● **REQUIREMENT**
All lines from the one containing "0.040 → 0.55 cm." down to the one containing "valid read: only", both ends included, are to be given again exactly; omit the rest of the listing below.

● **RECORDS SHOWN**
____

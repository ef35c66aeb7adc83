#include "fitting/pathlength.h"

#include <cmath>
#include <limits>
#include <stdexcept>
#include <string>
#include <vector>

#include <gmock/gmock.h>
#include <gtest/gtest.h>

#include "fitting/units.h"
#include "importers/input_error.h"

namespace ratewell {
namespace {

using ::testing::AllOf;
using ::testing::HasSubstr;

// Closed-form arithmetic on a few doubles: a few units in the last place.
constexpr double kClosedFormRelative = 1e-13;
// Closed-form OLS against SciPy's own closed form: both agree to rounding,
// far inside 1e-10 (linregress and polyfit differ from each other by ~2e-12).
constexpr double kOlsRelative = 1e-10;

const PlateGeometry k96{8, 12};

void ExpectRelativeNear(double actual, double expected, double relative) {
  EXPECT_NEAR(actual, expected, relative * std::fabs(expected))
      << "actual " << actual << " expected " << expected;
}

int Well(const std::string& name) {
  const std::optional<WellPosition> position = ParseWellName(name);
  EXPECT_TRUE(position.has_value()) << name;
  return position->row * k96.columns + position->column;
}

// A 96-well plate with the given channels, all series empty; filled by hand
// so the test does not rest on the importers.
Plate EmptyPlate(std::vector<double> wavelengths_nm, const std::string& path) {
  Plate plate;
  plate.geometry = k96;
  plate.wavelengths_nm = std::move(wavelengths_nm);
  plate.series.resize(plate.wavelengths_nm.size() * static_cast<std::size_t>(k96.num_wells()));
  plate.report.path = path;
  return plate;
}

int Channel(const Plate& plate, double nm) {
  for (int c = 0; c < plate.num_channels(); ++c) {
    if (plate.wavelengths_nm[static_cast<std::size_t>(c)] == nm) return c;
  }
  ADD_FAILURE() << "no channel " << nm;
  return 0;
}

// Appends valid reads at one-minute steps.
void AddReads(Plate* plate, double nm, const std::string& well, const std::vector<double>& values) {
  Series& series = plate->at(Channel(*plate, nm), Well(well));
  for (double value : values) {
    series.Append(static_cast<double>(series.size()), value, PointStatus::kValid);
  }
}

void AddPoint(Plate* plate, double nm, const std::string& well, PointStatus status) {
  Series& series = plate->at(Channel(*plate, nm), Well(well));
  series.Append(static_cast<double>(series.size()), std::numeric_limits<double>::quiet_NaN(),
                status);
}

// ---------------------------------------------------------------------------
// Fixed and geometry.

TEST(Pathlength, FixedModeGivesEveryWellTheSameExactValue) {
  AssaySettings settings;
  settings.pathlength.cm = 0.56;
  const Plate plate = EmptyPlate({340.0}, "plate.csv");
  const PathlengthResult result = ComputePathlength(settings, plate);
  EXPECT_EQ(result.mode, "fixed");
  ASSERT_EQ(result.cm_per_well.size(), 96u);
  ASSERT_EQ(result.se_cm_per_well.size(), 96u);
  ASSERT_EQ(result.flag_per_well.size(), 96u);
  for (int well = 0; well < 96; ++well) {
    EXPECT_EQ(result.cm_per_well[well], 0.56);
    EXPECT_EQ(result.se_cm_per_well[well], 0.0);
    EXPECT_EQ(result.flag_per_well[well], PathlengthFlag::kNone);
  }
  EXPECT_TRUE(result.warnings.empty());
  EXPECT_FALSE(result.standards.has_value());
}

TEST(Pathlength, GeometryOf200MicrolitresIn032SquareCentimetresIs0625Cm) {
  // 200 µL = 0.2 cm³ over a 0.32 cm² floor: 0.625 cm (arithmetic of the definition).
  ExpectRelativeNear(GeometryPathlengthCm(200.0, 0.32), 0.625, kClosedFormRelative);
  AssaySettings settings;
  settings.pathlength.mode = PathlengthMode::kGeometry;
  settings.pathlength.volume_uL = 200.0;
  settings.pathlength.well_area_cm2 = 0.32;
  const PathlengthResult result = ComputePathlength(settings, EmptyPlate({340.0}, "p.csv"));
  EXPECT_EQ(result.mode, "geometry");
  ExpectRelativeNear(result.cm_per_well[Well("H12")], 0.625, kClosedFormRelative);
  EXPECT_EQ(result.se_cm_per_well[Well("A01")], 0.0);
  EXPECT_EQ(result.flag_per_well[Well("A01")], PathlengthFlag::kNone);
  EXPECT_TRUE(result.warnings.empty());
}

TEST(Pathlength, ImplausibleGeometryIsFlaggedAndWarned) {
  AssaySettings settings;
  settings.pathlength.mode = PathlengthMode::kGeometry;
  settings.pathlength.volume_uL = 10.0;  // 10 µL / 0.32 cm² = 0.03125 cm < 0.05 cm
  settings.pathlength.well_area_cm2 = 0.32;
  const PathlengthResult result = ComputePathlength(settings, EmptyPlate({340.0}, "p.csv"));
  ExpectRelativeNear(result.cm_per_well[0], 0.03125, kClosedFormRelative);
  EXPECT_EQ(result.flag_per_well[0], PathlengthFlag::kOutOfRange);
  ASSERT_EQ(result.warnings.size(), 1u);
  EXPECT_THAT(result.warnings[0], HasSubstr("0.03125 cm"));
}

TEST(Pathlength, InvalidSettingsAndArgumentsThrow) {
  AssaySettings settings;
  settings.pathlength.mode = PathlengthMode::kGeometry;  // volume and area missing
  EXPECT_THROW(ComputePathlength(settings, EmptyPlate({340.0}, "p.csv")),
               std::invalid_argument);
  EXPECT_THROW(GeometryPathlengthCm(0.0, 0.32), std::invalid_argument);
  EXPECT_THROW(GeometryPathlengthCm(200.0, -0.32), std::invalid_argument);
  EXPECT_THROW(WaterPeakPathlengthCm(0.2, 0.02, 0.0), std::invalid_argument);
}

// ---------------------------------------------------------------------------
// Water peak.

TEST(Pathlength, WaterPeakDifferenceOverKGivesTheDepth) {
  // k ≈ 0.18 per cm near 25 °C (common practice, from memory):
  // ΔA = 0.18 → 1.00 cm and ΔA = 0.099 → 0.55 cm.
  ExpectRelativeNear(WaterPeakPathlengthCm(0.230, 0.050, 0.18), 1.00, kClosedFormRelative);
  ExpectRelativeNear(WaterPeakPathlengthCm(0.139, 0.040, 0.18), 0.55, kClosedFormRelative);
}

class PathlengthWaterPeakPlate : public ::testing::Test {
 protected:
  void SetUp() override {
    settings_.pathlength.mode = PathlengthMode::kWaterPeak;  // 977 / 900 nm, k 0.18
    plate_ = EmptyPlate({340.0, 900.0, 977.0}, "water-peak-plate.csv");
    // A01: one read each, ΔA = 0.18 → 1.00 cm.
    AddReads(&plate_, 977.0, "A01", {0.230});
    AddReads(&plate_, 900.0, "A01", {0.050});
    // A02: one read each, ΔA = 0.099 → 0.55 cm.
    AddReads(&plate_, 977.0, "A02", {0.139});
    AddReads(&plate_, 900.0, "A02", {0.040});
    // A03: three reads each with scatter; means 0.139 and 0.040 → 0.55 cm.
    AddReads(&plate_, 977.0, "A03", {0.141, 0.139, 0.137});
    AddReads(&plate_, 900.0, "A03", {0.040, 0.041, 0.039});
    // A04: a saturated and a missing 977 point beside one valid read: only
    // the valid one counts.
    AddPoint(&plate_, 977.0, "A04", PointStatus::kSaturated);
    AddReads(&plate_, 977.0, "A04", {0.230});
    AddPoint(&plate_, 977.0, "A04", PointStatus::kMissing);
    AddReads(&plate_, 900.0, "A04", {0.050});
    // B01: ΔA = 0.45 → 2.5 cm, beyond a microplate well.
    AddReads(&plate_, 977.0, "B01", {0.500});
    AddReads(&plate_, 900.0, "B01", {0.050});
    // C05: assay data at 340 nm but the 977 read is saturated.
    AddReads(&plate_, 340.0, "C05", {0.9, 0.85});
    AddPoint(&plate_, 977.0, "C05", PointStatus::kSaturated);
    AddReads(&plate_, 900.0, "C05", {0.050});
  }

  AssaySettings settings_;
  Plate plate_;
};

____

● **RESULT BELOW**
    // A03: three reads each with scatter; means 0.139 and 0.040 → 0.55 cm.
    AddReads(&plate_, 977.0, "A03", {0.141, 0.139, 0.137});
    AddReads(&plate_, 900.0, "A03", {0.040, 0.041, 0.039});
    // A04: a saturated and a missing 977 point beside one valid read: only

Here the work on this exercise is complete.